International Down and Feather Bureau announces recently published Life Cycle Assessment for down compared to polyester fill.

Natural down in jackets, bedspreads and sleeping bags has 18 times less of an impact on climate change than polyester fill, according to a Life Cycle Assessment (LCA) that studied the environmental impact of down versus polyester fill material. The LCA, commissioned by the International Down and Feather Bureau (IDFB), analyzed the impact of both materials in 5 environmental areas: human health, ecosystems, resources, cumulative energy demand and climate change. Results concluded that on a per ton basis, down has 85% – 97% lower impacts than polyester in all the impact categories analyzed.

IDFB commissioned Long Trail Sustainability, an independent third-party firm specializing in LCAs and sustainability reports, to scientifically substantiate the claim that down has a lower environmental footprint compared to its alternative.

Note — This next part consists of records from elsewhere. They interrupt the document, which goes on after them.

/**
 * {@code lanesift sift} end to end on captures made by the test tree's own generator (not the
 * demo's): the pixel link decodes pixel-exact with the exact timing and every skew within 50 ps;
 * a capture with renamed channels decodes through a map file; the chain files it wrote rerun with
 * {@code run} give byte-identical decoder outputs; bad map input and {@code --fail-on} give their
 * documented exit codes.
 */
class SiftTest {
    static final String[] NAMES = {"TXC_P", "TXC_N", "TX0_P", "TX0_N", "TX1_P", "TX1_N", "TX2_P", "TX2_N"};

    record Run(int code, String out, String err) {
    }

    static Run lanesift(String... args) {
        ByteArrayOutputStream o = new ByteArrayOutputStream();
        ByteArrayOutputStream e = new ByteArrayOutputStream();
        int code = Main.run(args, new PrintStream(o, true, StandardCharsets.UTF_8), new PrintStream(e, true, StandardCharsets.UTF_8));
        return new Run(code, o.toString(StandardCharsets.UTF_8), e.toString(StandardCharsets.UTF_8));
    }

    static JsonValue json(Path f) throws IOException {
        return JsonReader.parse(f.toString(), Files.readString(f, StandardCharsets.UTF_8));
    }

    @Test
    void pixelLinkDecodesExactlyWithSkewsWithin50psAndTheChainsRerunIdentically(@TempDir Path dir) throws IOException {
        Path cap = dir.resolve("my-scope.csv");
        PixelLinkCapture gen = new PixelLinkCapture();
        gen.write(cap, NAMES, 7001);
        Path out = dir.resolve("sifted");
        Run r = lanesift("sift", "--capture", cap.toString(), "--out", out.toString(), "--json");
        assertEquals(0, r.code(), r.err());
        JsonValue report = JsonReader.parse("stdout", r.out());
        assertEquals(json(out.resolve("report.json")), report, "--json prints the report.json it wrote");
        assertEquals("pixel", report.at("/link/kind/value").asString());
        assertEquals("bits-18", report.at("/link/mapping/value").asString());
        // Source: docs/reference-facts.md#pixel-link-clock-and-slot-mappings: UI = clock period / 7
        assertEquals(1 / PixelLinkCapture.PIXEL_CLOCK_HZ / 7, report.at("/link/unitIntervalS/value").asDouble(), 1e-12);
        assertEquals(2, (int) report.at("/result/frames/complete").asDouble());
        assertEquals(0, (int) report.at("/result/frames/suspect").asDouble());
        int[] h = {PixelLinkCapture.H_ACTIVE, PixelLinkCapture.H_FRONT, PixelLinkCapture.H_SYNC, PixelLinkCapture.H_BACK,
            PixelLinkCapture.H_TOTAL};
        int[] v = {PixelLinkCapture.V_ACTIVE, PixelLinkCapture.V_FRONT, PixelLinkCapture.V_SYNC, PixelLinkCapture.V_BACK,
            PixelLinkCapture.V_TOTAL};
        String[] keys = {"active", "frontPorch", "syncWidth", "backPorch", "total"};
        for (int i = 0; i < keys.length; i++) {
            assertEquals(h[i], (int) report.at("/result/timing/horizontal/" + keys[i]).asDouble(), "horizontal " + keys[i]);
            assertEquals(v[i], (int) report.at("/result/timing/vertical/" + keys[i]).asDouble(), "vertical " + keys[i]);
        }
        for (int f = 1; f <= 2; f++) {
            assertFrameExact(out.resolve("decode").resolve(FramePictures.fileName("panel", f, false)), gen.frames.get(f));
        }
        assertSkews(report.at("/skews"), new String[] {"TXC_N", "TX0_N", "TX1_N", "TX2_N"}, new String[] {"TX0", "TX1", "TX2"});
        for (JsonValue s : report.at("/skews").elements()) {
            assertTrue(s.get("source").asString().startsWith("measured"), s::toString);
        }

        // the chain files it wrote hold relative paths and rerun to the same decoder outputs
        String chain = Files.readString(out.resolve("chains/sift.json"));
        assertTrue(!chain.contains(dir.toString()), "no absolute path in the chain file:\n" + chain);
        Path again = dir.resolve("again");
        Run rerun = lanesift("run", out.resolve("chains/sift.json").toString(), "--out", again.toString(), "--quiet");
        assertEquals(0, rerun.code(), rerun.err());
        List<String> compared = new ArrayList<>();
        try (var files = Files.list(out.resolve("decode"))) {
            // report.md holds the output folder and run time, the VCD the date of the run (as in DemoDigestTest)
            for (Path f : files.filter(p -> !p.getFileName().toString().matches("report\\.md|.*\\.vcd")).sorted().toList()) {
                assertArrayEquals(Files.readAllBytes(f), Files.readAllBytes(again.resolve(f.getFileName())), f.getFileName().toString());
                compared.add(f.getFileName().toString());
            }
        }
        assertTrue(compared.contains("panel-timing.json") && compared.contains(FramePictures.fileName("panel", 2, false)), compared::toString);

        // --fail-on: a clean capture gives no warning and no error (frames cut by the capture's ends are
        // information, and so are the samples the leg deskew leaves unused), so neither level fails
        Run warn = lanesift("sift", "--capture", cap.toString(), "--out", dir.resolve("w").toString(), "--fail-on", "warning", "--quiet");
        assertEquals(0, warn.code(), warn.err());
        Run err = lanesift("sift", "--capture", cap.toString(), "--out", dir.resolve("e").toString(), "--fail-on", "error", "--quiet");
        assertEquals(0, err.code(), err.err());
        String md = Files.readString(dir.resolve("e/report.md"));
        assertTrue(md.indexOf("## Result") < md.indexOf("### Skews") && md.indexOf("### Trust") < md.indexOf("## Details"), md);
        assertTrue(md.contains("--fail-on error") && !md.contains("NaN") && !md.matches("(?s).*\\dsamples.*"), md);
    }

    @Test
    void siftWritesTheOutputsItIsToldAndSaysSoInItsChain(@TempDir Path dir) throws IOException {
        Path cap = dir.resolve("my-scope.csv");
        PixelLinkCapture gen = new PixelLinkCapture();
        gen.write(cap, NAMES, 7001);
        Path out = dir.resolve("sifted");
        Run r = lanesift("sift", "--capture", cap.toString(), "--out", out.toString(), "--outputs", "none", "--quiet");
        assertEquals(0, r.code(), r.err());
        // none: the decoders' files are left out, the artifacts and findings the report is built from are kept
        assertEquals(List.of("artifacts", "annotations"), json(out.resolve("chains/sift.json")).get("outputs").elements().stream()
                .map(JsonValue::asString).toList());
        try (var files = Files.list(out.resolve("decode"))) {
            List<String> names = files.map(p -> p.getFileName().toString()).toList();
            assertTrue(names.stream().noneMatch(n -> n.endsWith(".vcd") || n.endsWith("-bits.csv")), names::toString);
            assertTrue(names.contains(FramePictures.fileName("panel", 2, false)) && names.contains("lanes-applied-skew.json"), names::toString);
        }
        assertEquals(2, (int) json(out.resolve("report.json")).at("/result/frames/complete").asDouble());
        Run bad = lanesift("sift", "--capture", cap.toString(), "--out", dir.resolve("bad").toString(), "--outputs", "vcd,pictures");
        assertEquals(2, bad.code(), bad.err());
        assertEquals("lanesift sift: --outputs vcd,pictures: unknown output name 'pictures'; expected one or more of: none, standard,"
                + " by-products, vcd, csv, binary, artifacts, annotations (see: lanesift sift --help)", bad.err().trim());
    }

    @Test
    void aSuspectSkewMakesEveryFrameSuspect(@TempDir Path dir) throws IOException {
        // lane TX2 sits 0.43 UI late: the slot-grid estimate folds skew into one UI, so one this close to half a UI
        // may belong on the other side and is marked suspect (docs/skew-table.md); the frames may still decode,
        // but the report must not call them trustworthy
        Path cap = dir.resolve("near-half.csv");
        PixelLinkCapture gen = new PixelLinkCapture();
        gen.laneSkewPs[2] = 0.43 * 1e12 / PixelLinkCapture.PIXEL_CLOCK_HZ / 7;
        gen.write(cap, NAMES, 5150);
        Path out = dir.resolve("o");
        Run r = lanesift("sift", "--capture", cap.toString(), "--out", out.toString(), "--quiet");
        assertEquals(0, r.code(), r.err());
        JsonValue report = json(out.resolve("report.json"));
        long complete = (long) report.at("/result/frames/complete").asDouble();
        long partial = (long) report.at("/result/frames/partial").asDouble();
        assertTrue(complete + partial > 0, "frames were decoded");
        assertEquals(complete + partial, (long) report.at("/result/frames/suspect").asDouble(), "every frame is suspect");
        List<JsonValue> why = report.at("/result/suspectSkews").elements();
        assertTrue(why.stream().anyMatch(w -> w.asString().startsWith("TX2: ") && w.asString().contains("half an interval")),
                why::toString);
        assertTrue(Files.readString(out.resolve("report.md")).contains("suspect skew correction (TX2: "),
                "report.md says why");
    }

    @Test
    void renamedChannelsDecodeThroughAMapFile(@TempDir Path dir) throws IOException {
        // scope channel numbers in a shuffled order: the map file says which is which
        String[] names = {"CH5", "CH6", "CH1", "CH2", "CH8", "CH7", "CH3", "CH4"};
        Path cap = dir.resolve("bench.csv");
        PixelLinkCapture gen = new PixelLinkCapture();
        gen.write(cap, names, 4242);
        Path map = dir.resolve("link.map");
        Files.writeString(map, "# clock pair first, then data lanes 0 to 2\nPCLK=CH5,CH6\nRX0=CH1,CH2\n\nRX1=CH8,CH7\nRX2=CH3,CH4\n");
        Path out = dir.resolve("o");
        Run r = lanesift("sift", "--capture", cap.toString(), "--map-file", map.toString(), "--out", out.toString(), "--quiet");
        assertEquals(0, r.code(), r.err());
        JsonValue report = json(out.resolve("report.json"));
        assertEquals(2, (int) report.at("/result/frames/complete").asDouble());
        assertFrameExact(out.resolve("decode").resolve(FramePictures.fileName("panel", 1, false)), gen.frames.get(1));
        assertSkews(report.at("/skews"), new String[] {"CH6", "CH2", "CH7", "CH4"}, new String[] {"RX0", "RX1", "RX2"});

        Files.writeString(map, "PCLK=CH5,CH6\nRX0=CH1,CH9\n");
        Run bad = lanesift("sift", "--capture", cap.toString(), "--map-file", map.toString(), "--out", out.toString());
        assertEquals(2, bad.code(), bad.err());
        assertTrue(bad.err().contains(map + ":2: no channel 'CH9'"), bad.err());
        Run badOpt = lanesift("sift", "--capture", cap.toString(), "--map", "PCLK=CH5", "--out", out.toString());
        assertEquals(2, badOpt.code(), badOpt.err());
        assertTrue(badOpt.err().contains("map entry PCLK: this capture has analog legs: expected PCLK=P,N"), badOpt.err());
    }

    @Test
    void packetLinkDecodesEveryCommandWithSkewsWithin50ps(@TempDir Path dir) throws IOException {
        Path cap = dir.resolve("dsi-probe.csv");
        PacketLinkCapture gen = new PacketLinkCapture();
        gen.write(cap, new String[] {"CKP", "CKN", "D0P", "D0N", "D1P", "D1N"}, 9313);
        Path out = dir.resolve("o");
        Run r = lanesift("sift", "--capture", cap.toString(), "--out", out.toString(), "--quiet");
        assertEquals(0, r.code(), r.err());
        JsonValue report = json(out.resolve("report.json"));
        assertEquals("packet", report.at("/link/kind/value").asString());
        // D-PHY HS data on both clock edges: UI = half the clock period (docs/reference-facts.md#d-phy-levels-and-states)
        assertEquals(PacketLinkCapture.UI_S, report.at("/link/unitIntervalS/value").asDouble(), 1e-12);
        List<JsonValue> log = json(out.resolve("decode/dsi-commands.json")).get("commands").elements();
        List<String> want = new ArrayList<>();
        List<String> got = new ArrayList<>();
        for (PacketLinkCapture.Command c : gen.commands) {
            StringBuilder p = new StringBuilder();
            for (int b : c.params()) {
                p.append(p.length() == 0 ? "" : " ").append(String.format("%02X", b));
            }
            want.add(String.format("0x%02X 0x%02X [%s]", c.dataType(), c.command(), p));
        }
        for (JsonValue d : log) {
            got.add(d.get("dataType").asString() + " " + d.get("command").asString() + " [" + d.get("params").asString() + "]");
        }
        assertEquals(want, got, "every command, in order, with its parameters");
        assertEquals(gen.commands.size(), (int) report.at("/result/commands").asDouble());

        // --fail-on warning exits 3 exactly when the report counts a warning or an error, and the
        // trust table counts what its rows say
        long warnings = (long) report.at("/trust/warnings").asDouble();
        long errors = (long) report.at("/trust/errors").asDouble();
        long rows = 0;
        for (JsonValue f : report.at("/trust/findings").elements()) {
            String sev = f.get("severity").asString();
            rows += sev.equals("warning") || sev.equals("error") ? (long) f.get("count").asDouble() : 0;
        }
        assertEquals(warnings + errors, rows, "the trust counts are the sum of its rows");
        Run strict = lanesift("sift", "--capture", cap.toString(), "--out", dir.resolve("strict").toString(), "--fail-on", "warning",
                "--quiet");
        assertEquals(warnings + errors > 0 ? 3 : 0, strict.code(), strict.err());
        assertSkews(report.at("/skews"), new String[] {"CKN", "D0N", "D1N"}, PacketLinkCapture.LEG_SKEW_PS,
                new String[] {"D0", "D1"}, PacketLinkCapture.LANE_SKEW_PS);
    }

    /** Every skew within 50 ps of the injected one: legs (N against P) first, then lanes against the clock. */
    static void assertSkews(JsonValue skews, String[] nLegs, String[] lanes) {
        assertSkews(skews, nLegs, PixelLinkCapture.LEG_SKEW_PS, lanes, PixelLinkCapture.LANE_SKEW_PS);
    }

    /** Every skew measured (not a default) and within 50 ps of the injected one. */
    static void assertSkews(JsonValue skews, String[] nLegs, double[] legTruthPs, String[] lanes, double[] laneTruthPs) {
        List<String> wrong = new ArrayList<>();
        for (JsonValue s : skews.elements()) {
            String ch = s.get("channel").asString();
            double ps = s.get("skewPs").asDouble();
            if (!s.get("source").asString().startsWith("measured")) {
                wrong.add(ch + " not measured: " + s.get("source").asString());
            }
            for (int k = 0; k < nLegs.length; k++) {
                if (ch.equals(nLegs[k]) && Math.abs(ps - legTruthPs[k]) > 50) {
                    wrong.add(ch + " " + ps + " ps, injected " + legTruthPs[k]);
                }
            }
            for (int k = 0; k < lanes.length; k++) {
                if (ch.equals(lanes[k]) && Math.abs(ps - laneTruthPs[k]) > 50) {
                    wrong.add(ch + " " + ps + " ps, injected " + laneTruthPs[k]);
                }
            }
        }
        assertEquals(nLegs.length + lanes.length, skews.elements().size(), skews::toString);
        assertEquals(List.of(), wrong);
    }

    /** Every pixel's top 6 bits per colour (the 18-bit wire value; the decoder widens to 8 bits) equal the generated one. */
    static void assertFrameExact(Path png, int[] truth) throws IOException {
        assertTrue(Files.exists(png), png::toString);
        BufferedImage im = ImageIO.read(png.toFile());
        assertEquals(PixelLinkCapture.H_ACTIVE, im.getWidth());
        assertEquals(PixelLinkCapture.V_ACTIVE, im.getHeight());
        int bad = 0;
        for (int y = 0; y < im.getHeight(); y++) {
            for (int x = 0; x < im.getWidth(); x++) {
                int rgb = im.getRGB(x, y);
                int six = (((rgb >> 16) & 0xFF) >> 2) << 12 | (((rgb >> 8) & 0xFF) >> 2) << 6 | ((rgb & 0xFF) >> 2);
                if (six != truth[y * PixelLinkCapture.H_ACTIVE + x]) {
                    bad++;
                }
            }
        }
        assertEquals(0, bad, png + ": pixels that differ from the generated frame");
    }
}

“Because down is a natural resource, we knew that it had a positive environmental impact which led us to commission this study in order to verify the sustainability of down vs. synthetic alternatives, such as polyester,” says president of IDFB Stephen Palmer. “The consumer movement towards natural and sustainable products is precisely in line with the value proposition of down products.”

Down is used to fill and insulate everyday products including apparel, outdoor gear and home products such as bedding and pillows. In addition to being a natural byproduct and renewable, down and feather provides superior warmth without the weight, and is ethically sourced and biodegradable.

The study had a full comparative panel that assessed down from the raising of ducks/geese through to the processing of the down including energy, water and detergent. Boundaries for the polyester material included processing the polyester material including polymer polyethylene terephthalate (PET), heat and electricity. The report adheres to ISO 14040 and 14044 guidelines which outline the principles and framework for LCAs.